Source records

§ §

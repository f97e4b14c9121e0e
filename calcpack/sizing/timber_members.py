"""Timber sizing by search beyond sawn joists: glulam beams and wood posts.

* :func:`lightest_glulam_beam`: the lightest glulam width × depth of a Table 5A stress class that
  passes :func:`calcpack.checks.nds.glulam.check_nds_glulam_beam` (bending with the lesser of
  C_L and C_V, shear) for every allowable-stress combination and every deflection limit (scaled
  by E_x·I of each size, as for steel: a prismatic beam on rigid supports).
* :func:`lightest_nds_post`: the lightest sawn post (Table 4A 4x sizes or Table 4D timbers) of a
  species and grade that passes :func:`calcpack.check_nds_member` (compression with C_P, and
  bending and the interaction when moments are given) for every combination's forces.

Sizes offered by default (common practice, from memory): western-species glulam in the stock
widths 3-1/8, 5-1/8 and 6-3/4 in, depths in 1-1/2 in laminations from 6 in to 36 in; posts
4x4, 4x6, 4x8 (dimension lumber, Table 4A) or 6x6 to 10x10 (timbers, Table 4D, dressed 1/2 in
under nominal).
"""

from __future__ import annotations

from collections.abc import Mapping, Sequence
from dataclasses import replace
from typing import Any, Literal

from calcpack.checks.base import MemberChecks
from calcpack.checks.demand import as_combinations
from calcpack.checks.nds.beam import prepare_timber_demand
from calcpack.checks.nds.factors import DURATION_FACTORS, size_factor
from calcpack.checks.nds.glulam import check_nds_glulam_beam
from calcpack.checks.nds.members import TimberForces, TimberMember, check_nds_member
from calcpack.checks.nds.values import nds_glulam_values, nds_sawn_values
from calcpack.errors import InputError
from calcpack.sizing.search import Candidate, Order, SearchSpace, SizingResult
from calcpack.sizing.steel import (
    DeflectionLimit,
    check_service_results,
    prismatic_stiffness,
    scaled_deflection_checks,
)
from calcpack.sizing.timber import DEFAULT_DENSITY
from calcpack.units import Q_, Quantity, require
from calcpack.validate import one_of

__all__ = [
    "GLULAM_DEPTHS",
    "GLULAM_WIDTHS",
    "POST_SIZES_4A",
    "POST_SIZES_4D",
    "compression_size_factor",
    "glulam_beam_space",
    "lightest_glulam_beam",
    "lightest_nds_post",
    "nds_post_member",
    "nds_post_space",
    "nominal_size",
]

#: stock western-species glulam widths [in] (common practice, from memory)
GLULAM_WIDTHS: tuple[float, ...] = (3.125, 5.125, 6.75)
#: depths in 1-1/2 in laminations [in], 6 in to 36 in (common practice, from memory)
GLULAM_DEPTHS: tuple[float, ...] = tuple(1.5 * n for n in range(4, 25))
POST_SIZES_4A: tuple[str, ...] = ("4x4", "4x6", "4x8")
POST_SIZES_4D: tuple[str, ...] = ("6x6", "6x8", "8x8", "8x10", "10x10")

# NDS Supplement 2018 Table 4A size factors C_F for F_c of Select Structural, No.1 & Btr, No.1,
# No.2 and No.3 (from memory): nominal width -> C_F (2 to 4 in thick alike)
_CF_FC = {2: 1.15, 3: 1.15, 4: 1.15, 5: 1.1, 6: 1.1, 8: 1.05, 10: 1.0, 12: 1.0}
_CF_FC_WIDE = 0.9  # 14 in and wider


def compression_size_factor(grade: str, nominal_width: int) -> float:
    """C_F for F_c of visually graded dimension lumber (NDS Supplement 2018 Table 4A size
    factors, Select Structural to No.3; from memory). The grade is checked by the F_b rule."""
    size_factor(grade, 2, nominal_width)  # same grades and widths as the F_b rule, or refuse
    return _CF_FC.get(nominal_width, _CF_FC_WIDE)


def nominal_size(name: str) -> tuple[int, int]:
    """(thickness, width) in nominal inches of a size like "6x6"."""
    try:
        t_s, w_s = name.lower().replace("×", "x").split("x")
        return int(t_s), int(w_s)
    except ValueError as exc:
        raise InputError(
            f"Post size must read like '6x6' (got {name!r})",
            name="sizes",
            value=name,
            expected="'<thickness>x<width>' in inches",
        ) from exc


def glulam_beam_space(
    demand: Any,
    *,
    stress_class: str = "24F-1.8E",
    widths: Sequence[float] = GLULAM_WIDTHS,
    depths: Sequence[float] = GLULAM_DEPTHS,
    lu: Quantity | None = None,
    loading: Literal["uniform", "center point", "cantilever uniform", "any"] = "uniform",
    L_beam: Quantity | None = None,
    durations: Mapping[str, str] | None = None,
    deflections: Sequence[DeflectionLimit] = (),
    density: Quantity = DEFAULT_DENSITY,
    member: str = "GL1",
) -> SearchSpace[TimberMember]:
    """The search space of :func:`lightest_glulam_beam` (same arguments): every width × depth
    (depth ≥ width) and the trial. ``glulam_beam_space(..., widths=[5.125], depths=[12])``
    checks one size exactly as the search does."""
    require(density, "[force] / [length]**3", "density", positive=True)
    values = nds_glulam_values(stress_class)
    for nm, seq in (("widths", widths), ("depths", depths)):
        if not seq or any(not float(x) > 0 for x in seq):
            raise InputError(
                f"Glulam {nm} must be positive sizes in inches (got {nm} = {list(seq)!r})",
                name=nm,
                value=list(seq),
                expected="e.g. (3.125, 5.125, 6.75)",
            )
    combos = as_combinations(demand)
    EI_ref = prismatic_stiffness(combos)
    check_service_results(deflections, EI_ref)
    cands = []
    for b_in in widths:
        for d_in in depths:
            if d_in < b_in:
                continue
            b, d = Q_(float(b_in), "inch"), Q_(float(d_in), "inch")
            m = TimberMember(values, b, d, lu=lu, loading=loading, L_beam=L_beam)
            name = f"{b_in:g} x {d_in:g} in {stress_class}"
            cands.append(Candidate(name, (b * d * density).to("lbf/ft"), m, d))
    if not cands:
        raise InputError(
            f"No glulam size has its depth at least its width (got widths = {list(widths)!r}, "
            f"depths = {list(depths)!r})",
            name="depths",
            value=list(depths),
            expected="depths >= widths",
        )

    prepared = prepare_timber_demand(demand, durations)  # read once for every section

    def trial(m: TimberMember) -> list[MemberChecks]:
        out = [check_nds_glulam_beam(m, demand=prepared, durations=durations, mark=member)]
        factor = float((EI_ref / (values.E * m.b * m.d**3 / 12)).to("").magnitude)
        out += scaled_deflection_checks(deflections, factor, member)
        return out

    return SearchSpace(tuple(cands), trial)


def lightest_glulam_beam(
    demand: Any,
    *,
    stress_class: str = "24F-1.8E",
    widths: Sequence[float] = GLULAM_WIDTHS,
    depths: Sequence[float] = GLULAM_DEPTHS,
    lu: Quantity | None = None,
    loading: Literal["uniform", "center point", "cantilever uniform", "any"] = "uniform",
    L_beam: Quantity | None = None,
    durations: Mapping[str, str] | None = None,
    deflections: Sequence[DeflectionLimit] = (),
    max_depth: Quantity | None = None,
    density: Quantity = DEFAULT_DENSITY,
    member: str = "GL1",
    count: int = 5,
    order: Order = "weight",
) -> SizingResult:
    """The lightest glulam sections of ``stress_class`` (NDS Supplement 2018 Table 5A) passing
    :func:`check_nds_glulam_beam` for every ASD combination of ``demand`` and every deflection
    limit (deflections scaled by the apparent E_x·I of each size).

    Args:
        widths, depths: sizes to try [in]; every width × depth with depth ≥ width is a candidate.
        lu, loading: unsupported length of the compression edge and Table 3.3.3 load case for C_L
            (None: braced). L_beam: length between zero moments for C_V (None: beam length).
        durations: as for check_nds_glulam_beam. max_depth, count, order: as for
            :func:`calcpack.sizing.lightest_sections`. density: for ranking by weight only.
    """
    space = glulam_beam_space(
        demand, stress_class=stress_class, widths=widths, depths=depths, lu=lu, loading=loading,
        L_beam=L_beam, durations=durations, deflections=deflections, density=density,
        member=member,
    )  # fmt: skip
    return space.search(count=count, order=order, max_depth=max_depth)


def nds_post_member(
    values: Any, name: str, *, grade: str, table: Literal["4A", "4D"], le: Quantity,
    le_b: Quantity | None = None,
) -> TimberMember:  # fmt: skip
    """A sawn post of nominal size ``name`` ("4x6", "6x6") with its dressed sizes and size
    factors: Table 4A dimension lumber (dressed 1/2 in under nominal up to 6 in, 3/4 in above;
    C_F of Table 4A) or Table 4D timbers (dressed 1/2 in under nominal; C_F = (12/d)^(1/9) for
    F_b when d > 12 in, §4.3.6.2), buckling lengths ``le`` (and ``le_b`` across the narrow
    side, default ``le``).

    Raises:
        InputError: a size that does not read like "6x6", or not a timber with table "4D".
    """
    t, w = nominal_size(name)
    if table == "4A":
        b, d = Q_(t - 0.5, "inch"), Q_(w - (0.5 if w <= 6 else 0.75), "inch")
        CF_b, CF_c, CF_t = size_factor(grade, t, w), compression_size_factor(grade, w), 1.0
        cf_src = "NDS Supplement 2018 Table 4A size factors (from memory)"
    else:
        if t < 5:
            raise InputError(
                f"Size {name!r} is not a timber (5 in and thicker) of Table 4D",
                name="sizes",
                value=name,
                expected="e.g. '6x6', '8x8'",
            )
        b, d = Q_(t - 0.5, "inch"), Q_(w - 0.5, "inch")
        d_in = float(d.to("inch").magnitude)
        CF_b = (12 / d_in) ** (1 / 9) if d_in > 12 else 1.0
        CF_c = CF_t = 1.0
        cf_src = "NDS 2018 §4.3.6.2: C_F = (12/d)^(1/9) for F_b when d > 12 in"
    return TimberMember(values, b, d, le_d=le, le_b=le_b or le, CF_b=CF_b, CF_c=CF_c,
                        CF_t=CF_t, CF_source=cf_src)  # fmt: skip


def nds_post_space(
    forces: Sequence[TimberForces],
    *,
    species: str,
    grade: str,
    le: Quantity,
    le_b: Quantity | None = None,
    table: Literal["4A", "4D"] = "4A",
    sizes: Sequence[str] | None = None,
    durations: Mapping[str, str] | str = "ten years",
    density: Quantity = DEFAULT_DENSITY,
    member: str = "P1",
    marks: Sequence[str] | None = None,
) -> SearchSpace[TimberMember]:
    """The search space of :func:`lightest_nds_post` (same arguments): the posts and the trial
    (check_nds_member for every force set, with C_D of its duration). ``marks`` names the post
    each force set is on (default ``member`` for all), for posts of one size under different
    loads."""
    one_of("table", table, ("4A", "4D"))
    require(le, "[length]", "le", positive=True)
    if le_b is not None:
        require(le_b, "[length]", "le_b", positive=True)
    if not forces:
        raise InputError(
            "forces is empty: give one TimberForces per ASD combination",
            name="forces",
            value=list(forces),
            expected="a non-empty sequence of TimberForces",
        )
    if marks is not None and len(marks) != len(forces):
        raise InputError(
            f"marks must name one post per force set ({len(forces)}; got {len(marks)})",
            name="marks",
            value=list(marks),
            expected=f"{len(forces)} marks",
        )
    durs: dict[str, str] = {}
    for i, f in enumerate(forces):
        key = f.combination or f"forces[{i}]"
        if isinstance(durations, str):
            durs[key] = durations
        elif key in durations:
            durs[key] = durations[key]
        else:
            raise InputError(
                f"Combination {key!r} has no load duration: give durations[{key!r}] = one of "
                f"{list(DURATION_FACTORS)} (NDS 2018 Table 2.3.2)",
                name="durations",
                value=dict(durations),
                expected=f"a duration for {key!r}",
            )
        one_of(f"durations[{key!r}]", durs[key], list(DURATION_FACTORS))
    values = nds_sawn_values(species, grade, table=table)
    cands = []
    for name in sizes or (POST_SIZES_4A if table == "4A" else POST_SIZES_4D):
        m = nds_post_member(values, name, grade=grade, table=table, le=le, le_b=le_b)
        cands.append(Candidate(name, (m.b * m.d * density).to("lbf/ft"), m, m.d))
    on = list(marks) if marks is not None else [member] * len(forces)

    def trial(m: TimberMember) -> list[MemberChecks]:
        out = []
        for i, f in enumerate(forces):
            key = f.combination or f"forces[{i}]"
            out.append(check_nds_member(replace(m, duration=durs[key]), f, mark=on[i]))
        return out

    return SearchSpace(tuple(cands), trial)


def lightest_nds_post(
    forces: Sequence[TimberForces],
    *,
    species: str,
    grade: str,
    le: Quantity,
    le_b: Quantity | None = None,
    table: Literal["4A", "4D"] = "4A",
    sizes: Sequence[str] | None = None,
    durations: Mapping[str, str] | str = "ten years",
    density: Quantity = DEFAULT_DENSITY,
    member: str = "P1",
    count: int = 5,
) -> SizingResult:
    """The lightest sawn posts passing :func:`calcpack.check_nds_member` (NDS 2018 ASD: F'_c
    with C_P, §3.7; bending and §3.9 interaction where moments are given) for every force set.

    Args:
        forces: one :class:`TimberForces` per ASD combination (P positive in compression; M_d
            about the strong axis), each named by its ``combination``.
        species, grade: NDS Supplement 2018 Table 4A (e.g. "No.2") or, with ``table="4D"``,
            Table 4D timbers (e.g. "P&T No.1").
        le: effective length K_e·ℓ for buckling across both sides; ``le_b`` a shorter one across
            the narrow side where it is braced (None: ``le``).
        sizes: nominal sizes (default POST_SIZES_4A or POST_SIZES_4D by table).
        durations: the Table 2.3.2 duration of every combination, or a mapping of combination
            name -> duration (C_D of the shortest-duration load in it, §2.3.2).
    """
    space = nds_post_space(
        forces, species=species, grade=grade, le=le, le_b=le_b, table=table, sizes=sizes,
        durations=durations, density=density, member=member,
    )  # fmt: skip
    return space.search(count=count)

§ §

▶ _Your assignment_: Only the lines containing the string "read" are needed; pull them out of the records.

▶ _Response to this exercise_:
            f"Post size must read like '6x6' (got {name!r})",
    prepared = prepare_timber_demand(demand, durations)  # read once for every section
        InputError: a size that does not read like "6x6", or not a timber with table "4D".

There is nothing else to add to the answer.